Work required:
A bare number is the only acceptable answer: how many lines of these entries include "NormalQuantile"?

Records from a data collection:
* * * *
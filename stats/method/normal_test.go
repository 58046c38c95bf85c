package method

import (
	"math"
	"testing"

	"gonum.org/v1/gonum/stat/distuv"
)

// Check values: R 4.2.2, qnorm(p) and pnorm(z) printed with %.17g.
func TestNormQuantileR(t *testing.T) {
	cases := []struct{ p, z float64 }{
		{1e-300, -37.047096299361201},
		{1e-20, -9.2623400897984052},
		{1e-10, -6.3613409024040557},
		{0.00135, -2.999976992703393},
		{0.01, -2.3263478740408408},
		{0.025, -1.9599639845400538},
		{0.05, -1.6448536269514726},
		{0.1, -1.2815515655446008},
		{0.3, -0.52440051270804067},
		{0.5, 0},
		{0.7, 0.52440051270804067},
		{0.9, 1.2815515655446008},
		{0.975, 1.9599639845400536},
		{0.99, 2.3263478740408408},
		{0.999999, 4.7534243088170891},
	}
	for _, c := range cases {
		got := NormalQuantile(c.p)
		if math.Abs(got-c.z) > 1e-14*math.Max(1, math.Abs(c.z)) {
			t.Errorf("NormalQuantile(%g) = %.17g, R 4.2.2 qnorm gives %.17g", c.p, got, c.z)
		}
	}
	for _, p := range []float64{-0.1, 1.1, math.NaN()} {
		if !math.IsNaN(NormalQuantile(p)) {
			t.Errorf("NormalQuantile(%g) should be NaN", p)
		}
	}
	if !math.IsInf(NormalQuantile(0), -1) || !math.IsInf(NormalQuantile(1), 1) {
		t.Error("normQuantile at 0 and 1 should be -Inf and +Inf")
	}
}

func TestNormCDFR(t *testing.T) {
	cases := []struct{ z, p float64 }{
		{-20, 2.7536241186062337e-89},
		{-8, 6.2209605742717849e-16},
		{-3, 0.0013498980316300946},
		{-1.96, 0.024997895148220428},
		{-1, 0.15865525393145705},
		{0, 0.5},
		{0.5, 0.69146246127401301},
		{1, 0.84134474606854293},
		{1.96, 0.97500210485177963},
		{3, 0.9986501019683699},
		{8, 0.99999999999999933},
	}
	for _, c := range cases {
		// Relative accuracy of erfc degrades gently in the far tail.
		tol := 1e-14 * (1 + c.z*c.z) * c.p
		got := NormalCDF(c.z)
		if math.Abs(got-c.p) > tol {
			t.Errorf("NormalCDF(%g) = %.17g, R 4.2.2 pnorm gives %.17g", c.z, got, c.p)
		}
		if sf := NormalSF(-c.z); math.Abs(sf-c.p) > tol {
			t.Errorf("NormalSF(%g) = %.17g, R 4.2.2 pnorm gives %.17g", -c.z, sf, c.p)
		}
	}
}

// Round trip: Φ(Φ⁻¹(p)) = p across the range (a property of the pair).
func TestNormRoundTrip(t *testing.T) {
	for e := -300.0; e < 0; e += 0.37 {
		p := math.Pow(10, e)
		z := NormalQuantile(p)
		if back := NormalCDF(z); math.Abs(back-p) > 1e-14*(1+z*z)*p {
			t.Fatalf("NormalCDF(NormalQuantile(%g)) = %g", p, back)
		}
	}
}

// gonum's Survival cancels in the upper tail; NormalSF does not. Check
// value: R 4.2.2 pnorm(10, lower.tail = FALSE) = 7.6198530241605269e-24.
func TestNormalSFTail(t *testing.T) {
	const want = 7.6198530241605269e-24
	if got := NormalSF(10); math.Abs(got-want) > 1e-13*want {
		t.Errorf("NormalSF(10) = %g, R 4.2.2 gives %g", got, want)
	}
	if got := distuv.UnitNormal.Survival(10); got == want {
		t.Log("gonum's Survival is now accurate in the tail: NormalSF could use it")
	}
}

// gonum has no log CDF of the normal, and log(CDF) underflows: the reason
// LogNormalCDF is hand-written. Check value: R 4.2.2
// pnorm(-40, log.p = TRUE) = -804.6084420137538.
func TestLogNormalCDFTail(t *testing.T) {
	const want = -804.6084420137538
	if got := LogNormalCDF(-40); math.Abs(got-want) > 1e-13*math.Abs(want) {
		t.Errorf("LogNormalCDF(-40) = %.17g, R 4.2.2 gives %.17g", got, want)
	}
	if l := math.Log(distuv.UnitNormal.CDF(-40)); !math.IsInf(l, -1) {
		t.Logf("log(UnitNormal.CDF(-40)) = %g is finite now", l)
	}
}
* * * *
Result of the task:
7